Paper and Fire (The Great Library #2)

“I heard the Artifex Magnus is inspecting the Serapeum there,” someone else offered. There were nods and more serious expressions; they all knew the Artifex was a prime target for the Burners, who were the principal enemy they had to fear these days.

The Artifex was also the red right hand of the Archivist. He might not be the second most powerful in the Library—that honor went to Wolfe’s mother, the Obscurist Magnus—but the Artifex ran a close third. If the Archivist ordered someone dead, it was the Artifex who arranged for the murder.

And they would be guarding him from threats. Ironic.

Jess shut his eyes for a moment, ignoring the chatter around him, and then reached in his bag and pulled out his Codex. He opened it to a specific page, the page where Morgan’s messages appeared, and took out a stylus. He wrote down, in flowing, tight letters, They’re sending us to Rome. Is it a trap? Please answer. I need you to answer. Please.

The words stayed for a moment and then faded away. The page was blank.

The page stayed blank.

“Put that away,” the man across from him said. “No messages on missions.”

Jess should have known that. He nodded and put the Codex away, and tried to hope that being sent to Rome was just some lucky, happy coincidence.

He was too cynical to believe it for long.




“On your feet!”

Jess hadn’t realized he’d slept until the squad leader’s shout roared over him, amplified by the very suddenness of it; he jerked awake and was up fast enough that he banged his head on the low ceiling of the carrier. It had stopped moving, though he could feel the faint vibration of the steam engine still working. The impact was hard enough to make his vision spark, and the pain radiated through the top of his head like an acid bath, but he grimly stumbled out after Glain, into what proved to be a heavily walled courtyard large enough to hold all the vehicles and the soldiers disembarking from them, but only just. Overhead, the sky had turned a teal that told him twilight was approaching, the day well gone. He’d slept a long time. He supposed he’d needed it, but he’d missed meals and—most important now—a latrine.

Wherever they were, it wasn’t Rome, but it also didn’t feel like Alexandria. On the smooth surface of the courtyard there were drifts of fine dirt that crunched under his boots as he turned to see the soaring structure of a pyramid-shaped building. A Serapeum, a daughter branch of the Library. This one was made of searingly white stone, with a slice of gold at the top that he realized, on squinting, was a spire holding up the Library’s seal. The shadows drowning half the courtyard seemed deeper than usual.
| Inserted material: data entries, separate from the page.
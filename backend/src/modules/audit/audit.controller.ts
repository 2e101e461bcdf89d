import { Controller, Get, Query } from '@nestjs/common';
import { ApiBearerAuth, ApiTags } from '@nestjs/swagger';
import { auditListSchema, listQuerySchema } from '@linkloom/shared';
import { z } from 'zod';
import { MinRole } from '../../common/auth.decorators.js';
import { ApiZodQuery, ZodPipe } from '../../common/zod-pipe.js';
import { AuditService } from './audit.service.js';
import { ApiZodResponse } from '../../common/api-contract/api-response.decorators.js';

const auditQuerySchema = listQuerySchema
  .extend({ entityType: z.string().max(64).optional(), entityId: z.string().max(1024).optional(), docSetId: z.string().uuid().optional() })
  .strict();

@ApiTags('audit')
@ApiBearerAuth()
@MinRole('editor')
@Controller('audit')
export class AuditController {
  constructor(private readonly audit: AuditService) {}

  @Get()
  @ApiZodQuery(auditQuerySchema)
  @ApiZodResponse(auditListSchema)
  list(@Query(new ZodPipe(auditQuerySchema)) query: z.infer<typeof auditQuerySchema>) {
    return this.audit.list(query, query.page, query.pageSize);
  }
}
He formed up with the squad, and the Blue Dog squad leader—he still didn’t know the young man’s name—moved quickly down the line to inspect them. He was shorter than Jess but radiated a commanding presence that made Jess straighten just a bit more.
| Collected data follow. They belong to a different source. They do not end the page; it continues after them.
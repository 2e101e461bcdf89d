/**
 * Where the pages of a synthetic doc set live and what they are called, computed from the page number alone
 * so the generator never needs the whole set in memory. Link targets follow a Zipf (power-law) rank
 * distribution, the shape of in-degree measured on the web (Broder et al., "Graph structure in the Web",
 * WWW 2000, section 2: in-degree exponent about 2.1, recalled from memory); here the rank density is 1/(rank+1), sampled by inverse
 * transform, and ranks are scattered over the pages by a multiplicative bijection.
 */
import { fnv1a, type Random } from '../../modules/demo/generator/prng.js';

export interface SyntheticOptions {
  seed: number;
  pages?: number;
  targetBytes?: number;
  linksPerPage?: number;
  changedFraction?: number;
  changeSeed?: number;
}
export type ResolvedOptions = Required<SyntheticOptions>;

export const SYNTHETIC_SITE = 'https://docs.synthetic.example';
export const SYNTHETIC_BASE_PATH = '/docs';
export const SYNTHETIC_SETTINGS = { entryPages: ['index.md'], basePath: SYNTHETIC_BASE_PATH, siteBaseUrls: [SYNTHETIC_SITE] };

export function resolveOptions(o: SyntheticOptions): ResolvedOptions {
  const pages = o.pages ?? 10_000;
  return {
    seed: o.seed,
    pages,
    targetBytes: o.targetBytes ?? pages * 5_400,
    linksPerPage: o.linksPerPage ?? 30,
    changedFraction: o.changedFraction ?? 0,
    changeSeed: o.changeSeed ?? 0,
  };
}

const AREAS = [
  'getting-started',
  'guides',
  'reference',
  'operations',
  'integrations',
  'security',
  'billing',
  'administration',
  'api',
  'troubleshooting',
  'release-notes',
  'tutorials',
];
const TOPICS = [
  'accounts',
  'projects',
  'storage',
  'networking',
  'alerts',
  'webhooks',
  'exports',
  'imports',
  'search',
  'permissions',
  'audit',
  'backups',
  'scheduling',
  'reports',
  'dashboards',
  'tokens',
  'quotas',
  'regions',
  'sync',
  'cli',
];
const VERBS = ['configure', 'enable', 'rotate', 'migrate', 'monitor', 'restore', 'limit', 'share', 'debug', 'automate'];
const NOUNS = [
  'retention',
  'keys',
  'workspaces',
  'pipelines',
  'snapshots',
  'members',
  'policies',
  'endpoints',
  'schedules',
  'limits',
  'events',
  'labels',
];
export const HEADINGS = ['Overview', 'Before you begin', 'Configuration', 'Examples', 'Limits', 'Troubleshooting', 'Next steps', 'Options'];

/** The page's file stem: readable words plus the page number, so every stem is unique (wiki links resolve). */
export function stemOf(i: number, seed: number): string {
  if (i === 0) return 'index';
  const h = fnv1a(`stem|${seed}|${i}`);
  return `${VERBS[h % VERBS.length]}-${NOUNS[(h >>> 8) % NOUNS.length]}-${i}`;
}

export function folderOf(i: number, seed: number): string {
  if (i === 0) return '';
  const h = fnv1a(`dir|${seed}|${i}`);
  const base = `${AREAS[h % AREAS.length]}/${TOPICS[(h >>> 8) % TOPICS.length]}`;
  return (h >>> 16) % 4 === 0 ? `${base}/advanced` : base;
}

export function pathOf(i: number, seed: number): string {
  const folder = folderOf(i, seed);
  return folder ? `${folder}/${stemOf(i, seed)}.md` : 'index.md';
}

export function titleOf(i: number, seed: number): string {
  if (i === 0) return 'Documentation home';
  const words = stemOf(i, seed).split('-');
  return `${words[0]!.charAt(0).toUpperCase()}${words[0]!.slice(1)} ${words[1]} (${words[2]})`;
}

/** Headings of page i: always three to five of HEADINGS, chosen from i alone, so anchors can be linked blind. */
export function headingsOf(i: number, seed: number): string[] {
  const h = fnv1a(`head|${seed}|${i}`);
  const count = 3 + (h % 3);
  return Array.from({ length: count }, (_, k) => HEADINGS[(h >>> (4 + k * 3)) % HEADINGS.length]!).filter((x, k, a) => a.indexOf(x) === k);
}

function gcd(a: number, b: number): number {
  return b === 0 ? a : gcd(b, a % b);
}

export function coprimeStride(n: number, start: number): number {
  let s = start;
  while (gcd(s, n) !== 1) s++;
  return s;
}

/** A page other than the home page, drawn with probability falling as 1/(rank+1). */
export function zipfTarget(random: Random, pages: number, stride: number): number {
  const n = pages - 1;
  const rank = Math.min(n - 1, Math.floor(Math.exp(random() * Math.log(n + 1))) - 1);
  return 1 + ((rank * stride) % n);
}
“Where are we, sir?” That was Glain, surprisingly.

Even more surprisingly, the squad leader seemed willing to answer. “We’re at the port city of Darnah. Ships are waiting to take most of the company, but we lucky few will be going on with the captain directly.”

“Directly,” Glain said. “You mean by Translation.”
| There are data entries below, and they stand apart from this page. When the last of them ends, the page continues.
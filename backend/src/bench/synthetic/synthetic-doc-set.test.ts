/**
 * Small-size checks of the benchmark doc set. Link counts are taken by an outside CommonMark + GFM parser
 * (remark, as docs/link-rules.md prescribes) rather than by the generator's own tally, and the zip is read back with
 * yauzl, an independent zip reader.
 */
import { mkdtempSync, rmSync } from 'node:fs';
import { tmpdir } from 'node:os';
import { join } from 'node:path';
import type { Root } from 'mdast';
import remarkFrontmatter from 'remark-frontmatter';
import remarkGfm from 'remark-gfm';
import remarkParse from 'remark-parse';
import { unified } from 'unified';
import { visit } from 'unist-util-visit';
import yauzl from 'yauzl';
import { describe, expect, it } from 'vitest';
import { generateSyntheticDocSet, isChangedPage } from './synthetic-doc-set.js';
import { writeSyntheticZip } from './write-synthetic-zip.js';

const parser = unified().use(remarkParse).use(remarkFrontmatter, ['yaml']).use(remarkGfm);
const SMALL = { seed: 42, pages: 200, targetBytes: 200 * 5_400, linksPerPage: 30 };
const collect = (o: Parameters<typeof generateSyntheticDocSet>[0]) => [...generateSyntheticDocSet(o)];
const pagesOnly = (files: ReturnType<typeof collect>) => files.filter((f) => f.path.endsWith('.md'));

/** Links remark sees (inline, reference, autolink, bare URL, image), plus <a href> in HTML and [[wiki]] text. */
function parsedLinks(markdown: string): string[] {
  const hrefs: string[] = [];
  visit(parser.parse(markdown) as Root, (node: any) => {
    if (node.type === 'link' || node.type === 'image' || node.type === 'linkReference') hrefs.push(node.url ?? node.identifier);
    if (node.type === 'html' && /^<a\s/i.test(node.value)) hrefs.push(node.value);
    if (node.type === 'text') for (const m of (node.value as string).matchAll(/\[\[([^\]|]+)/g)) hrefs.push(m[1]!);
  });
  return hrefs;
}

describe('generateSyntheticDocSet (200 pages)', () => {
  const files = collect(SMALL);
  const pages = pagesOnly(files);

  it('is deterministic, and another seed gives another set', () => {
    expect(collect(SMALL)).toEqual(files);
    expect(pagesOnly(collect({ ...SMALL, seed: 43 }))[5]!.content).not.toBe(pages[5]!.content);
  });

  it('has the asked number of pages in nested folders, with unique paths', () => {
    expect(pages).toHaveLength(200);
    expect(new Set(files.map((f) => f.path)).size).toBe(files.length);
    expect(pages.some((p) => p.path.split('/').length === 4)).toBe(true);
  });

  it('writes about linksPerPage links per page, as a CommonMark parser counts them', () => {
    const counts = pages.map((p) => parsedLinks(p.content).length);
    const mean = counts.reduce((a, b) => a + b, 0) / counts.length;
    expect(mean).toBeGreaterThan(27);
    expect(mean).toBeLessThan(33);
    // The generator's tally agrees with the parser on every page (no link hides in code blocks).
    pages.forEach((p, k) => expect(counts[k], p.path).toBe(p.linkCount));
  });

  it('uses every kind of link', () => {
    const all = pages.map((p) => p.content).join('\n');
    for (const pattern of [
      /\]\(\.\.\/[^)]+\.md\)/,
      /\]\(\/docs\//,
      /\[\[[\w-]+\]\]/,
      /\[\[[\w-]+\|/,
      /\]\[ref-\d+\]/,
      /<a href="/,
      /!\[Diagram \d+\]/,
      /\.md#[\w-]+\)/,
      /<https:\/\//,
      /\]\(https:\/\//,
      /missing-\d+\.md/,
      /\]\(#[\w-]+\)/,
    ])
      expect(all, String(pattern)).toMatch(pattern);
  });

  it('scales bytes with targetBytes', () => {
    const bytes = (fs: ReturnType<typeof collect>) => pagesOnly(fs).reduce((a, f) => a + Buffer.byteLength(f.content), 0);
    const base = bytes(files);
    expect(base / SMALL.targetBytes).toBeGreaterThan(0.9);
    expect(base / SMALL.targetBytes).toBeLessThan(1.1);
    const doubled = bytes(collect({ ...SMALL, targetBytes: SMALL.targetBytes * 2 }));
    expect(doubled / base).toBeGreaterThan(1.8);
    expect(doubled / base).toBeLessThan(2.2);
  });

  it('has a power-law-like in-degree: a few pages draw many links, most draw few', () => {
    const inDegree = new Map<string, number>();
    for (const p of pages)
      for (const m of p.content.matchAll(/\[\[([\w-]+)(?:\|[^\]]*)?\]\]/g)) inDegree.set(m[1]!, (inDegree.get(m[1]!) ?? 0) + 1);
    const sorted = [...inDegree.values()].sort((a, b) => b - a);
    // Heavy tail (Broder et al., WWW 2000, section 2; common practice for synthetic web graphs):
    // the top page gets many times the median.
    expect(sorted[0]!).toBeGreaterThan(8 * sorted[Math.floor(sorted.length / 2)]!);
  });

  it('changes exactly the requested share of pages, same paths, other content', () => {
    const changed = pagesOnly(collect({ ...SMALL, pages: 1000, changedFraction: 0.01, changeSeed: 7 }));
    const base = pagesOnly(collect({ ...SMALL, pages: 1000 }));
    const differing = changed.filter((p, k) => p.content !== base[k]!.content);
    expect(changed.map((p) => p.path)).toEqual(base.map((p) => p.path));
    expect(differing).toHaveLength(10);
    expect(Array.from({ length: 1000 }, (_, i) => isChangedPage(i, 1000, 0.01, 7)).filter(Boolean)).toHaveLength(10);
  });
});

describe('writeSyntheticZip', () => {
  it('streams a zip that an independent reader opens with every file intact', async () => {
    const dir = mkdtempSync(join(tmpdir(), 'synthetic-zip-'));
    try {
      const summary = await writeSyntheticZip({ ...SMALL, pages: 50, targetBytes: 50 * 5_400 }, join(dir, 'set.zip'));
      expect(summary.pages).toBe(50);
      const names = await new Promise<string[]>((resolve, reject) => {
        yauzl.open(join(dir, 'set.zip'), { lazyEntries: false }, (err, zip) => {
          if (err || !zip) return reject(err);
          const seen: string[] = [];
          zip.on('entry', (e: yauzl.Entry) => seen.push(e.fileName));
          zip.on('end', () => resolve(seen));
        });
      });
      expect(names).toEqual(collect({ ...SMALL, pages: 50, targetBytes: 50 * 5_400 }).map((f) => f.path));
      expect(summary.zipBytes).toBeLessThan(summary.uncompressedBytes);
    } finally {
      rmSync(dir, { recursive: true, force: true });
    }
  });
});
The squad leader grinned, dispelling all his years and authority in one flash of teeth . . . and then getting it back in the next instant as he said, “Exactly what I mean. Move. Consider this an honor. We’re in the advance guard of the Artifex Magnus today.”

The arrogant old man was making Niccolo Santi guard him. It was a deliberate insult; there was no doubt of that. The Artifex had been the one to take Wolfe to prison and oversee his . . . conversion, just as he’d taken Thomas. It had to be a constant struggle for Santi not to shoot the bastard in the back.

If Santi can stand it, I can, Jess told himself. He tightened the straps on his pack and followed Glain down the wide tunnel that ran at a slant beneath the Serapeum.

No doubt parts of this vast pyramid were devoted to spacious, beautiful areas where the public could browse the Codex and load up Blanks with texts; librarians would be working, serene and helpful. A Scholar or two might be conducting his own research in a secret archive of local documents. There would be reading spaces, light, and beautiful views from the windows. That would be the public face of the Library, the one that even Jess had always known.

That was not the Library he saw here in the tunnels. As the majority of Santi’s troops continued down the stone-walled hall beneath the pyramid and headed for the docks, Santi led them off to the right, down a narrower passage lit by flickering glows above. The glows were chemical, an older style, and sputtered unsteadily with a greenish cast to them. It made all the faces of Jess’s companions seem eerily lifeless.